Этим урокам я обязан очень многим. Излагая другим уже пройденный мной учебный материал, я как бы вновь пробуждался для него, потому что те знания, которые давала мне школа, я воспринимал как в каком-то летаргическом сне. Бодрствовал я лишь тогда, когда достигал чего-то самостоятельно или же получал это от какого-нибудь духовного благодетеля, например, винерной-штадтского врача. Воспринятое мной во вполне сознательном душевном состоянии значительно отличалось от того, что, подобно образам сна, проходило мимо меня на школьных занятиях. Усвоению воспринятого мной в по-лубодрственном состоянии весьма благоприятствовало то обстоятельство, что на этих вспомогательных уроках я вынужден был оживлять свои познания.

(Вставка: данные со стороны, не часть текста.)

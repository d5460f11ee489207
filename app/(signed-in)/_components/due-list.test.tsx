// @vitest-environment happy-dom
import { cleanup, render, screen, waitFor, within } from '@testing-library/react';
import userEvent from '@testing-library/user-event';
import { useState } from 'react';
import { afterEach, describe, expect, it, vi } from 'vitest';
import type { DueAnswer } from '@/lib/schemas/reminders';
import { DueList } from './due-list';

afterEach(() => {
  cleanup();
  vi.unstubAllGlobals();
});

const due = (over: Partial<DueAnswer>): DueAnswer => ({
  id: 'reminder-1',
  siteId: 'site-1',
  siteName: 'Hill Field',
  plotId: 'plot-1',
  plotName: 'North bed',
  kind: 'yearly-same-season',
  dueOn: '2026-04-12',
  reason: 'A year after the last sample.',
  inDays: -8,
  snoozedUntil: null,
  mayClose: true,
  ...over,
});

/** The list as the first page holds it: asked again after a change. */
function Board({ first, then }: { first: DueAnswer[]; then: DueAnswer[] }) {
  const [shown, setShown] = useState(first);
  return (
    <>
      <h2 id="heading" tabIndex={-1}>
        Hill Field
      </h2>
      <DueList
        due={shown}
        today="2026-04-20"
        focusId="heading"
        onChanged={() => {
          setShown(then);
          return Promise.resolve();
        }}
      />
    </>
  );
}

const answering = (value: unknown, status = 200) => {
  const ask = vi.fn((_path: string, _init: RequestInit) =>
    Promise.resolve(new Response(JSON.stringify(value), { status })),
  );
  vi.stubGlobal('fetch', ask);
  return ask;
};

const pressAlreadySampled = async () => {
  await userEvent.click(screen.getByRole('button', { name: 'Already sampled' }));
  await userEvent.click(within(screen.getByRole('dialog')).getByRole('button', { name: 'Already sampled' }));
};

describe('samples that are due', () => {
  it('asks once more before it ends a reminder for everybody, then gives the focus to the heading', async () => {
    const ask = answering({ done: true });
    render(<Board first={[due({})]} then={[]} />);
    await userEvent.click(screen.getByRole('button', { name: 'Already sampled' }));
    expect(ask).not.toHaveBeenCalled();
    await userEvent.click(screen.getByRole('button', { name: 'Not yet' }));
    expect(ask).not.toHaveBeenCalled();
    await pressAlreadySampled();
    expect(ask.mock.calls.map(([path, init]) => [path, init.method])).toEqual([
      ['/api/v1/sites/site-1/reminders/reminder-1/done', 'POST'],
    ]);
    await waitFor(() => expect(screen.queryByRole('link', { name: 'North bed' })).toBeNull());
    await waitFor(() => expect(document.activeElement?.id).toBe('heading'));
  });

  it('says so when it cannot be done, and keeps the row', async () => {
    answering({ title: 'Not now', code: 'internal', detail: 'Loamline could not do this.' }, 500);
    render(<Board first={[due({})]} then={[]} />);
    await pressAlreadySampled();
    expect(await screen.findByText('Loamline could not do this.')).toBeTruthy();
    expect(screen.getByText('North bed', { selector: 'a *' })).toBeTruthy();
  });

  it('puts it off from today, for the reader alone', async () => {
    const ask = answering({ done: true });
    render(<Board first={[due({})]} then={[due({ snoozedUntil: '2026-05-04' })]} />);
    await userEvent.click(screen.getByRole('button', { name: 'Ask later about North bed' }));
    await userEvent.click(await screen.findByRole('menuitem', { name: /In two weeks/ }));
    expect(await screen.findByText('Resting until 4 May 2026')).toBeTruthy();
    expect(JSON.parse(String(ask.mock.calls[0]?.[1].body))).toEqual({ until: '2026-05-04' });
  });

  it('offers a viewer no end to it, and nobody anything long before the day', () => {
    const { rerender } = render(<Board key="viewer" first={[due({ mayClose: false })]} then={[]} />);
    expect(screen.queryByRole('button', { name: 'Already sampled' })).toBeNull();
    expect(screen.getByRole('button', { name: 'Ask later about North bed' })).toBeTruthy();
    rerender(<Board key="far" first={[due({ inDays: 131 })]} then={[]} />);
    expect(screen.queryAllByRole('button')).toEqual([]);
  });
});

С другой стороны, благодаря этим урокам мне пришлось с самого раннего возраста практически заниматься наукой о душе, познавая все трудности человеческого душевного развития на примере моих учеников.
Для учеников моего класса, которых я репетировал, в первую очередь я писал сочинения по немецкому языку. Поскольку каждое такое сочинение я должен был писать и для самого себя, мне приходилось для каждой заданной нам темы находить различные формы разработки. Это часто ставило меня в затруднительное положение. Ведь свое собственное сочинение я писал уже тогда, когда все лучшие мысли были отданы другим.
С учителем, преподававшим немецкий язык и литературу в трех старших классах[17], у меня сложились довольно натянутые отношения. Среди учеников он слыл за "самого умного профессора" и за самого строгого. Сочинения мои были всегда чрезвычайно длинны, потому что более короткие я диктовал своим ученикам. Учителю приходилось тратить много времени на их чтение. На прощальном вечере после выпускных экзаменов, впервые "приятно" общаясь со своими учениками, он сказал, что очень сердился на меня за длинные сочинения.